If OP is using the discrete gpu his pc is not even booting properly so I don't think it's anyway related to drivers.
BTW, OP has 945 chipset based motherboard so he may need to update the motherboard bios to use the gfx card.


----------



## Gollum (Sep 30, 2013)

does the fan of the GPU move?


----------



## krishnandu.sarkar (Sep 30, 2013)

Though I don't have much idea about Hardware, but many > Mid-End GFX required a power from SMPS. Are you sure you gfx haven't that port? If yes then you should connect a cable from SMPS. Hardware peoples will be able to help you much better.


----------



## rijinpk1 (Sep 30, 2013)

hd 7750 is the fastest ddr5 card which does draw power from pcie slot only.


----------



## Nighthawk12 (Sep 30, 2013)

topgear said:


> If OP is using the discrete gpu his pc is not even booting properly so I don't think it's anyway related to drivers.
> BTW, OP has 945 chipset based motherboard so he may need to update the motherboard bios to use the gfx card.

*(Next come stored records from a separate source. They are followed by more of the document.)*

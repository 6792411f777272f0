"""Exact solutions that more than one published case needs, evaluated from their series."""

from __future__ import annotations

from dataclasses import dataclass

import numpy as np
from scipy.optimize import brentq


@dataclass(frozen=True)
class FilmCooledStrip:
    """A rectangle 0 < x < half_width, 0 < y < length: y = 0 is held at a rise of 1, x = 0 lets no heat through, the
    other two sides lose heat through a film to surroundings at a rise of 0.

    By separation of variables (Carslaw & Jaeger, Conduction of Heat in Solids, 2nd ed. 1959, sec. 5.2 and 3.9):
    T = sum of A cos(p x) Y(y), with p tan(p half_width) = h/k. Lengths m, conductivity W/(m K), film W/(m2 K).
    """

    half_width: float
    length: float
    conductivity: float
    film: float
    terms: int = 4000

    def _roots(self) -> np.ndarray:
        biot = self.film * self.half_width / self.conductivity
        starts = np.pi * np.arange(self.terms)
        angle = [brentq(lambda z: z * np.sin(z) - biot * np.cos(z), start, start + np.pi / 2) for start in starts]
        return np.array(angle) / self.half_width

    def _amplitudes(self, p: np.ndarray) -> np.ndarray:
        angle = p * self.half_width
        return 2.0 * np.sin(angle) / (angle + np.sin(angle) * np.cos(angle))

    def _along(self, p: np.ndarray, y: float) -> np.ndarray:
        """Y(y) = [cosh p(l - y) + h/(kp) sinh p(l - y)] / [cosh pl + h/(kp) sinh pl], free of overflow."""
        plus, minus = 1.0 + self.film / (self.conductivity * p), 1.0 - self.film / (self.conductivity * p)
        there, whole = np.exp(-2.0 * p * (self.length - y)), np.exp(-2.0 * p * self.length)
        return np.exp(-p * y) * (plus + minus * there) / (plus + minus * whole)

    def _integral_along(self, p: np.ndarray) -> np.ndarray:
        """The integral of Y over the length."""
        plus, minus = 1.0 + self.film / (self.conductivity * p), 1.0 - self.film / (self.conductivity * p)
        tip, whole = np.exp(-p * self.length), np.exp(-2.0 * p * self.length)
        return (plus * (1.0 - tip) + minus * (tip - whole)) / (plus + minus * whole) / p

    def rise(self, x: float, y: float) -> float:
        """The temperature rise at a point."""
        p = self._roots()
        return float(np.sum(self._amplitudes(p) * np.cos(p * x) * self._along(p, y)))

    def heat_off_side(self) -> float:
        """W/m that leave through x = half_width, per metre of depth and kelvin held."""
        p = self._roots()
        mean = self._amplitudes(p) * np.cos(p * self.half_width) * self._integral_along(p)
        return float(self.film * np.sum(mean))

    def heat_off_end(self) -> float:
        """W/m that leave through y = length, per metre of depth and kelvin held."""
        p = self._roots()
        mean = self._amplitudes(p) * np.sin(p * self.half_width) / p * self._along(p, self.length)
        return float(self.film * np.sum(mean))
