"""Where the heat goes, in words and shares."""

from __future__ import annotations

from typing import Any

# A way that takes less than this share of the heat is not worth a sentence of its own.
WORTH_TELLING = 0.005


def where_heat_goes(tags: list[dict[str, Any]], parts: list[dict[str, Any]], entering: float) -> list[str]:
    """Sentences like "81 % of 14.0 W leaves through fins (convection 55 %, radiation 26 %).", the largest way first.

    tags, parts: as in the summary, heats in W. entering: W, the sum of all heat that enters. A tag through which heat
    both enters and leaves by different terms is told of by what leaves.
    """
    if entering <= 0:
        return []
    ways = []
    for tag in tags:
        leaving = {kind: -heat / entering for kind, heat in tag["split"].items() if heat < 0}
        ways.append((sum(leaving.values()), f"leaves through {tag['name']}", leaving))
    for part in parts:
        ways.append((-part["heat"] / entering, f"is taken up inside {part['name']}", {}))
    told = sorted((way for way in ways if way[0] >= WORTH_TELLING), key=lambda way: -way[0])
    sentences = [f"{_percent(share)} of {entering:.3g} W {how}{_by_kind(kinds)}." for share, how, kinds in told]
    rest = sum(share for share, _, _ in ways if 0 < share < WORTH_TELLING)
    return sentences + ([f"The rest, {_percent(rest)}, leaves elsewhere."] if rest >= WORTH_TELLING / 10 else [])


def _by_kind(leaving: dict[str, float]) -> str:
    """By which term, or the shares of several in brackets."""
    named = {"held": "held temperature", "source": "being drawn off"}
    told = [(named.get(kind, kind), share) for kind, share in leaving.items() if share >= WORTH_TELLING]
    if len(told) == 1:
        return f" by {told[0][0]}"
    return f" ({', '.join(f'{kind} {_percent(share)}' for kind, share in told)})" if told else ""


def _percent(share: float) -> str:
    return f"{100 * share:.0f} %" if share >= 0.0995 else f"{100 * share:.1f} %"
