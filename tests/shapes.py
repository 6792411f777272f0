"""Closed surfaces for tests, built from nothing: outward-oriented triangles as the case holds them, in metres.

Every builder returns the surface of one part, all of it untagged; :func:`tagged` then gives tags to faces by where they
are and where they look, :func:`merged` makes several shells one part (a cavity is a shell turned :func:`inside_out`),
:func:`assembly` makes them parts of their own. Each flat piece that a builder names has its own face number, and the
mesher keeps the edges between those: a finer division of the surface grades the mesh.
"""

from __future__ import annotations

from collections.abc import Callable, Sequence
from dataclasses import replace

import numpy as np
from fluxface.solver.case import Surface
from fluxface.solver.geometry.surface import area_vectors, triangle_corners
from scipy.spatial import ConvexHull

# A choice of faces: centres (F, 3) m and unit normals (F, 3) in, (F,) bool out.
Where = Callable[[np.ndarray, np.ndarray], np.ndarray]

AXES = {"x": 0, "y": 1, "z": 2}


def surface_of(vertices: np.ndarray, triangles: np.ndarray, face: np.ndarray | None = None) -> Surface:
    """Vertices (V, 3) and triangles (F, 3) as one untagged part; face (F,): by default each triangle its own."""
    count = len(triangles)
    return Surface(
        vertices=np.asarray(vertices, dtype=np.float64),
        triangles=np.asarray(triangles, dtype=np.int32),
        part=np.zeros(count, np.int32),
        tag=np.full(count, -1, np.int32),
        face=np.asarray(np.arange(count) if face is None else face, dtype=np.int32),
    )


# Choosing and combining ----------------------------------------------------------------------------------------------


def centres_and_normals(surface: Surface) -> tuple[np.ndarray, np.ndarray]:
    """(F, 3) m the triangles' centres, and (F, 3) their unit outward normals."""
    corners = triangle_corners(surface)
    normals = area_vectors(corners)
    return corners.mean(axis=1), normals / np.linalg.norm(normals, axis=1, keepdims=True)


def tagged(surface: Surface, tag: int, where: Where) -> Surface:
    """The surface with ``tag`` on the triangles that ``where`` chooses; later tags replace earlier ones."""
    return replace(surface, tag=np.where(where(*centres_and_normals(surface)), tag, surface.tag).astype(np.int32))


def facing(direction: str) -> Where:
    """The faces that look along an axis of the world: '+x', '-z', ..."""
    unit = np.zeros(3)
    unit[AXES[direction[1]]] = 1.0 if direction[0] == "+" else -1.0
    return lambda centres, normals: normals @ unit > 1.0 - 1e-9


def within(low: Sequence[float], high: Sequence[float]) -> Where:
    """The faces whose centre lies in a box from ``low`` to ``high`` (m); use -inf and inf for no bound."""
    return lambda centres, normals: ((centres >= low) & (centres <= high)).all(axis=1)


def every(centres: np.ndarray, normals: np.ndarray) -> np.ndarray:
    """All faces."""
    return np.ones(len(centres), bool)


def merged(*surfaces: Surface) -> Surface:
    """Several shells as the surface of one part, face numbers and vertices kept apart."""
    return _concatenated(surfaces, [0] * len(surfaces))


def assembly(*surfaces: Surface) -> Surface:
    """Several surfaces as parts 0, 1, 2 ..., face numbers and vertices kept apart."""
    return _concatenated(surfaces, range(len(surfaces)))


def _concatenated(surfaces: Sequence[Surface], parts: Sequence[int]) -> Surface:
    vertices = np.cumsum([0] + [len(surface.vertices) for surface in surfaces[:-1]])
    faces = np.cumsum([0] + [surface.face.max() + 1 for surface in surfaces[:-1]])
    return Surface(
        vertices=np.concatenate([surface.vertices for surface in surfaces]),
        triangles=np.concatenate([s.triangles + shift for s, shift in zip(surfaces, vertices, strict=True)]),
        part=np.concatenate([np.full(len(s.part), part, np.int32) for s, part in zip(surfaces, parts, strict=True)]),
        tag=np.concatenate([surface.tag for surface in surfaces]),
        face=np.concatenate([s.face + shift for s, shift in zip(surfaces, faces, strict=True)]),
    )


def inside_out(surface: Surface) -> Surface:
    """The same triangles looking the other way: the wall of a cavity."""
    return replace(surface, triangles=surface.triangles[:, ::-1].copy())


def moved(
    surface: Surface, shift: Sequence[float] = (0, 0, 0), turn: np.ndarray | None = None, scale: float = 1.0
) -> Surface:
    """The surface scaled, then turned by a rotation matrix (3, 3), then shifted (m)."""
    matrix = scale * (np.eye(3) if turn is None else turn)
    return replace(surface, vertices=surface.vertices @ matrix.T + np.asarray(shift, dtype=float))


def rotation(axis: Sequence[float], degrees: float) -> np.ndarray:
    """(3, 3) rotation about ``axis``, by Rodrigues' formula."""
    x, y, z = np.asarray(axis, dtype=float) / np.linalg.norm(axis)
    cross = np.array([[0, -z, y], [z, 0, -x], [-y, x, 0]])
    angle = np.radians(degrees)
    return np.eye(3) + np.sin(angle) * cross + (1.0 - np.cos(angle)) * cross @ cross


# Builders ------------------------------------------------------------------------------------------------------------


def box(size: Sequence[float], divisions: Sequence[int] = (1, 1, 1), at: Sequence[float] = (0, 0, 0)) -> Surface:
    """A box of ``size`` (m) whose lowest corner lies ``at``, its sides divided into equal rectangles."""
    lines = [low + np.linspace(0.0, length, count + 1) for low, length, count in zip(at, size, divisions, strict=True)]
    return blocks(*lines)


def blocks(x: np.ndarray, y: np.ndarray, z: np.ndarray, filled: np.ndarray | None = None) -> Surface:
    """The skin of the filled cells of a rectangular grid with lines at x, y, z (m); all cells if ``filled`` is None.

    filled: (len(x) - 1, len(y) - 1, len(z) - 1) bool. Each grid rectangle of the skin is a face of its own. Plates with
    a patch on them, finned blocks, ducts, L-shapes: choose the lines so that they lie on every boundary.
    """
    solid = np.ones((len(x) - 1, len(y) - 1, len(z) - 1), bool) if filled is None else np.asarray(filled, bool)
    padded = np.pad(solid, 1)
    cells = np.argwhere(solid)
    rectangles = []
    for axis in range(3):
        one, other = np.eye(3, dtype=int)[[(axis + 1) % 3, (axis + 2) % 3]]
        loop = np.array([0 * one, one, one + other, other])
        for way in (-1, 1):
            beyond = cells + 1
            beyond[:, axis] += way
            corners = cells[~padded[tuple(beyond.T)], None, :] + (loop if way > 0 else loop[::-1])
            corners[..., axis] += way > 0
            rectangles.append(corners)
    grid, index = np.unique(np.concatenate(rectangles).reshape(-1, 3), axis=0, return_inverse=True)
    vertices = np.stack([np.asarray(line, dtype=float)[grid[:, i]] for i, line in enumerate((x, y, z))], axis=1)
    return _from_rectangles(vertices, index.reshape(-1, 4))


def _from_rectangles(vertices: np.ndarray, rectangles: np.ndarray) -> Surface:
    triangles = rectangles[:, [0, 1, 2, 0, 2, 3]].reshape(-1, 3)
    return surface_of(vertices, triangles, np.repeat(np.arange(len(rectangles)), 2))


def prism(polygon: Sequence[Sequence[float]], height: float) -> Surface:
    """A convex polygon (n, 2) in the plane z = 0, m, raised by ``height``: wedges, hexagons, slices.

    Faces: 0 below, 1 above, then one for each side, from the polygon's point k to k + 1.
    """
    flat = np.asarray(polygon, dtype=float)
    if _signed_area(flat) < 0:
        flat = flat[::-1]
    count = len(flat)
    vertices = np.concatenate([np.c_[flat, np.zeros(count)], np.c_[flat, np.full(count, height)]])
    fan = np.stack([np.zeros(count - 2, int), np.arange(1, count - 1), np.arange(2, count)], axis=1)
    k, after = np.arange(count), np.roll(np.arange(count), -1)
    sides = np.stack([k, after, after + count, k, after + count, k + count], axis=1).reshape(-1, 3)
    face = np.concatenate([np.zeros(count - 2), np.ones(count - 2), np.repeat(2 + k, 2)])
    return surface_of(vertices, np.concatenate([fan[:, ::-1], fan + count, sides]), face)


def _signed_area(polygon: np.ndarray) -> float:
    x, y = polygon.T
    return float(0.5 * (x @ np.roll(y, -1) - y @ np.roll(x, -1)))


def revolved(profile: Sequence[Sequence[float]], around: int) -> Surface:
    """A profile of points (n, 2) as (radius, height), m, turned about the z axis in ``around`` facets.

    The profile is closed, or open with both ends on the axis (radius 0). Flat segments (one height) make one face
    each, the others a face for each facet; segment k, from point k to k + 1, has the numbers k * around onwards.
    """
    points = np.asarray(profile, dtype=float)
    if _signed_area(points) < 0:
        points = points[::-1]
    radius, height = points.T
    angle = 2.0 * np.pi * np.arange(around) / around
    ring = np.stack(
        [np.outer(radius, np.cos(angle)), np.outer(radius, np.sin(angle)), np.repeat(height[:, None], around, 1)], -1
    )
    number = np.arange(len(points) * around).reshape(len(points), around)
    # All of a ring on the axis is one vertex.
    number[radius == 0] = number[radius == 0, :1]
    start, end = number, np.roll(number, -1, axis=0)
    off_axis = (radius > 0) | (np.roll(radius, -1) > 0)
    quads = np.stack([start, np.roll(start, -1, axis=1), np.roll(end, -1, axis=1), end], axis=-1)[off_axis]
    flat = (height == np.roll(height, -1))[off_axis]
    face = np.flatnonzero(off_axis)[:, None] * around + np.where(flat[:, None], 0, np.arange(around))
    surface = _from_rectangles(ring.reshape(-1, 3), quads.reshape(-1, 4))
    triangles, face = surface.triangles, np.repeat(face.ravel(), 2)
    a, b, c = triangles.T
    whole = (a != b) & (b != c) & (c != a)
    used, triangles = np.unique(triangles[whole], return_inverse=True)
    return surface_of(surface.vertices[used], triangles.reshape(-1, 3), face[whole])


def polar(surface: Surface) -> Surface:
    """A surface given in (radius m, angle rad, height m), say by :func:`blocks`, bent to the sector that it describes.

    Triangles on the axis collapse there; welding drops them.
    """
    radius, angle, height = surface.vertices.T
    return replace(surface, vertices=np.stack([radius * np.cos(angle), radius * np.sin(angle), height], axis=1))


def cylinder(radius: float, height: float, around: int) -> Surface:
    """A faceted cylinder on the z axis, from z = 0 upwards, its corners on the radius (m)."""
    return revolved([(0, 0), (radius, 0), (radius, height), (0, height)], around)


def tube(inner: float, outer: float, height: float, around: int) -> Surface:
    """A faceted tube on the z axis, from z = 0 upwards, its corners on the radii (m)."""
    return revolved([(inner, 0), (outer, 0), (outer, height), (inner, height)], around)


def sphere(radius: float, subdivisions: int) -> Surface:
    """An icosahedron about the origin, divided ``subdivisions`` times, its corners on the radius (m)."""
    golden = (1.0 + np.sqrt(5.0)) / 2.0
    signs = np.array([(1, 1), (1, -1), (-1, 1), (-1, -1)]) * (1.0, golden)
    points = np.concatenate([np.roll(np.c_[np.zeros(4), signs], axis, axis=1) for axis in range(3)])
    triangles = hull(points).triangles
    for _ in range(subdivisions):
        points, triangles = _halved(points, triangles)
        points = points / np.linalg.norm(points, axis=1, keepdims=True)
    return surface_of(radius * points / np.linalg.norm(points, axis=1, keepdims=True), triangles)


def _halved(points: np.ndarray, triangles: np.ndarray) -> tuple[np.ndarray, np.ndarray]:
    """Each triangle cut into four at its mid-sides."""
    ends = np.sort(triangles[:, [0, 1, 1, 2, 2, 0]].reshape(-1, 2), axis=1)
    edges, side = np.unique(ends, axis=0, return_inverse=True)
    ab, bc, ca = (len(points) + side.reshape(-1, 3)).T
    a, b, c = triangles.T
    finer = np.stack([a, ab, ca, ab, b, bc, ca, bc, c, ab, bc, ca], axis=1).reshape(-1, 3)
    return np.concatenate([points, points[edges].mean(axis=1)]), finer


def refined(surface: Surface) -> Surface:
    """Each triangle cut into four at its mid-sides: the same shape, and every quarter a face of its own."""
    vertices, triangles = _halved(surface.vertices, surface.triangles)
    return replace(surface_of(vertices, triangles), part=np.repeat(surface.part, 4), tag=np.repeat(surface.tag, 4))


def hollow_sphere(inner: float, outer: float, subdivisions: int) -> Surface:
    """A sphere with a concentric cavity, corners on the radii (m)."""
    return merged(sphere(outer, subdivisions), inside_out(sphere(inner, subdivisions)))


def hull(points: np.ndarray) -> Surface:
    """The convex hull of points (P, 3), m, none of them inside: an irregular solid, each triangle a face of its own."""
    found = ConvexHull(points)
    corners = points[found.simplices]
    outward = np.einsum(
        "fi,fi->f", np.cross(corners[:, 1] - corners[:, 0], corners[:, 2] - corners[:, 0]), found.equations[:, :3]
    )
    return surface_of(points, np.where((outward < 0)[:, None], found.simplices[:, ::-1], found.simplices))


def irregular_solid(seed: int = 3, corners: int = 14, size: float = 0.1) -> Surface:
    """The hull of random points on a squeezed sphere of diameter ``size`` (m): no faces alike, none along an axis."""
    directions = np.random.default_rng(seed).normal(size=(corners, 3))
    directions /= np.linalg.norm(directions, axis=1, keepdims=True)
    return hull(0.5 * size * directions * (1.0, 0.7, 0.5))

I had that same setup, I installed my HD 7750 it didn't worked at first, my friend told me to uninstall any old gpu drivers and see if that work, I uninstalled them and installed HD 7750 it worked.


----------



## prateek (Sep 30, 2013)

topgear said:


> the gpu must be faulty if the pci-e slot of the motherboard is OK.



Checked the card in friend's rig, there it is working fine. But for the slot, i think it is working fine as the fan on the GPU is working. 



Nighthawk12 said:


> Remove the drivers of previous graphics card(If they're installed) and then try again. It once happened to me after uninstalling the previous drivers it worked.



Tried that already but then also same problem.



topgear said:


> If OP is using the discrete gpu his pc is not even booting properly so I don't think it's anyway related to drivers.
> BTW, OP has 945 chipset based motherboard so he may need to update the motherboard bios to use the gfx card.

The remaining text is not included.